とても静かな場所にある神社ですが、今から約700年前の1333年、この場所には鎌倉幕府を倒す為に立ち上がった兵が集まっていました。
そしてそれを率いたのが地元の豪族である新田義貞。
当時政権を握っていた北条氏は完全に信頼を失っており、後醍醐天皇は、天皇中心の政治を再び創ろうと武士たちに倒幕の命令を下します。
その時義貞は、幕府と天皇のどちらを選ぶかをとても悩んだそうなのですが、最終的には天皇の命を受けて鎌倉への出陣を決意するのです。
生品神社で挙兵した際の兵の数はわずか150騎でした。しかしその後、鎌倉へ南下する道中で次々と味方が加わっていき、鎌倉へ到着した時には5万の兵の勢力になっていたと言われています。
この札は、その多くの兵を率いて鎌倉幕府を倒した人物:新田義貞を詠んだ札です。
さて以前からこのコーナーでお話している通り、上毛かるたの中には制作者の思い入れの強い札がいくつかあります。実は、この『れ』の絵札もその1つです。
と言うのも、先日『ら』の札を紹介した際に『県民から札への採用を熱望されていたものの、GHQの検閲で却下され、採用を断念した人物がいる』ことをお話ししました。
それが国定忠治や高山彦九郎だった訳ですが、実はこの新田義貞も、もしかしたら断念していたかもしれない人物なのです。
その理由は新田義貞がサムライであったこと。
当時GHQは、日本から軍国主義の思想を排除することを狙っていた訳ですが、彼らから見ればサムライという荒々しい存在がそれに悪影響を与えるのではないかと考えていたからです。
しかしこれには、上毛かるたの制作者である浦野匡彦(うらのまさひこ)先生が強く反発。
『日本のサムライを否定する事は、アメリカで独立戦争の兵士たちを否定するのと同じ事だ。』
とGHQへ言い放ち、さらに、
『新田義貞が多くの兵を率いて勝利した事は、この男の正義感と指導力があったからである。多数決の民主主義のルールを守って見せる事も、GHQが県民へ示すべき精神ではないか。
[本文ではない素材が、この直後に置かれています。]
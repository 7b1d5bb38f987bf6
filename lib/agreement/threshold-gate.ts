/**
 * A study's calibration threshold as a gate on live work: a rater passes when their score against
 * the reference labels (lib/calibration/score.ts, pooled over the calibration runs they submitted)
 * reaches every threshold that is set. An undefined statistic (no submitted calibration run, no reference noise)
 * does not pass — it is not taken as 0 or as 1, the reason says what is missing.
 */
import type { StatResult } from './result';

/** The part of a calibration score the gate reads (lib/calibration/score.ts CalibrationScore fits). */
type GateScore = { n: number; gwetAC1: StatResult; noise: { sensitivity: StatResult } };

/** setName: the lead's name for the study's calibration set (reasons name it); optional, null = unnamed. */
export type CalibrationThreshold = { minAc1: number | null; minSensitivity: number | null; setName?: string | null };

export type GateVerdict = { gated: boolean; passes: boolean; reason: string | null };

export function isGated(t: CalibrationThreshold): boolean {
  return t.minAc1 !== null || t.minSensitivity !== null;
}

export function gateVerdict(score: GateScore | null, t: CalibrationThreshold): GateVerdict {
  if (!isGated(t)) return { gated: false, passes: true, reason: null };
  const set = t.setName ? `the calibration set “${t.setName}”` : null;
  if (!score || score.n === 0) {
    return {
      gated: true,
      passes: false,
      reason: set ? `has not submitted a run of ${set} yet` : 'has not submitted a calibration run with reference labels yet',
    };
  }
  const misses: string[] = [];
  if (t.minAc1 !== null) {
    const v = score.gwetAC1.value;
    if (v === null) misses.push(`AC1 is undefined (${score.gwetAC1.reason ?? 'too few components'}), threshold ${t.minAc1.toFixed(2)}`);
    else if (v < t.minAc1) misses.push(`AC1 ${v.toFixed(2)} is below ${t.minAc1.toFixed(2)}`);
  }
  if (t.minSensitivity !== null) {
    const v = score.noise.sensitivity.value;
    if (v === null)
      misses.push(
        `noise sensitivity is undefined (${score.noise.sensitivity.reason ?? 'no reference noise'}), threshold ${t.minSensitivity.toFixed(2)}`,
      );
    else if (v < t.minSensitivity) misses.push(`noise sensitivity ${v.toFixed(2)} is below ${t.minSensitivity.toFixed(2)}`);
  }
  if (!misses.length) return { gated: true, passes: true, reason: null };
  return { gated: true, passes: false, reason: set ? `${misses.join('; ')} on ${set}` : misses.join('; ') };
}
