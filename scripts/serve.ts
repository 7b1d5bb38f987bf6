/**
 * npm start – Quorum as a deployment: checks the settings (a real NEXTAUTH_SECRET, no dev mailbox),
 * migrates the database (never seeds), and serves the production build on QUORUM_HOST:PORT
 * (default 127.0.0.1:3000). Run `npm run build` first and `npm run worker` beside it.
 *
 * The server writes the connection's peer address into the x-quorum-peer header of every request
 * (overwriting whatever the client sent), so per-address sign-in throttles work without a proxy;
 * lib/auth/client-address.ts believes that header only in this process (QUORUM_PEER_HEADER=1).
 * SIGTERM / SIGINT: stops accepting connections, lets open requests finish, closes the pool.
 */
import { existsSync } from 'node:fs';
import http from 'node:http';
import path from 'node:path';
import { fileURLToPath } from 'node:url';
import { serverSettings } from '@/lib/server/settings';

const root = path.resolve(path.dirname(fileURLToPath(import.meta.url)), '..');

function fail(message: string, code = 2): never {
  process.stderr.write(`quorum: ${message}\n`);
  process.exit(code);
}

async function main(): Promise<void> {
  const { settings, problems } = serverSettings(process.env);
  if (problems.length) fail(`not starting:\n  - ${problems.join('\n  - ')}`);
  const distDir = process.env.QUORUM_NEXT_DIST || '.next';
  if (!existsSync(path.join(root, distDir, 'BUILD_ID'))) fail(`no production build in ${distDir}/ — run \`npm run build\` first`);
  Object.assign(process.env, { NODE_ENV: 'production', QUORUM_PEER_HEADER: '1' });

  const { checkDatabase, db } = await import('@/lib/db/knex');
  try {
    await checkDatabase(db);
  } catch (err) {
    fail((err as Error).message, 3);
  }
  if (settings.migrate) {
    const { migrationSource } = await import('../knexfile');
    const [, applied] = (await db.migrate.latest({ migrationSource })) as [number, string[]];
    console.log(applied.length ? `quorum: applied ${applied.length} migration(s)` : 'quorum: database schema is current');
  }
  const { sweepUploadLeftovers } = await import('@/lib/storage/sweep');
  await sweepUploadLeftovers({ log: (line) => console.log(`quorum: ${line}`) }).catch((err) =>
    console.error('quorum: sweeping uploads/tmp failed:', err),
  );

  const next = (await import('next')).default;
  const app = next({ dev: false, dir: root, hostname: settings.host, port: settings.port });
  await app.prepare();
  const handle = app.getRequestHandler();
  const server = http.createServer((req, res) => {
    req.headers['x-quorum-peer'] = req.socket.remoteAddress ?? '';
    void handle(req, res);
  });
  server.on('error', (err) => fail(`cannot listen on ${settings.host}:${settings.port}: ${err.message}`, 4));
  server.listen(settings.port, settings.host, () => {
    console.log(
      `quorum: serving on http://${settings.host.includes(':') ? `[${settings.host}]` : settings.host}:${settings.port}${settings.demo ? ' (demo)' : ''}`,
    );
  });
  const sweeper = setInterval(() => void sweepUploadLeftovers({}).catch(() => undefined), 60 * 60 * 1000);
  sweeper.unref();
  let stopping = false;
  const stop = () => {
    if (stopping) process.exit(1);
    stopping = true;
    server.close(() => void db.destroy().finally(() => process.exit(0)));
    server.closeIdleConnections();
  };
  process.on('SIGTERM', stop);
  process.on('SIGINT', stop);
}

main().catch((err) => fail(`could not start: ${(err as Error).stack ?? err}`, 1));
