import { landisKochBand, type AgreementBand } from './bands';

/** Landis & Koch band of a κ-type value, or null when undefined (used for display). */
export function bandOrNull(value: number | null): AgreementBand | null {
  return value === null || value > 1 + 1e-12 ? null : landisKochBand(value);
}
』
と交渉し、見事、札への掲載を認めさせたのです。
この結果には、当時札の原画を担当した小見辰男(おみたつお)先生も大変喜んだと言われています。
その為、札には義貞が鎌倉攻めをする際の伝説として言い伝えられている稲村ケ崎での勇ましい様子を描いた訳です。
この稲村ケ崎での出来事は歴史ファンであればよくご存知かと思います。
実は新田義貞の鎌倉攻めはドラマとして取り上げてもいいのではと思うくらい面白いのです。でも、これを話すとかなり長くなるので、次回『れ』の札を紹介する時まで取っておこうと思います。皆様も興味がありましたら是非歴史の本を探ってみて下さい。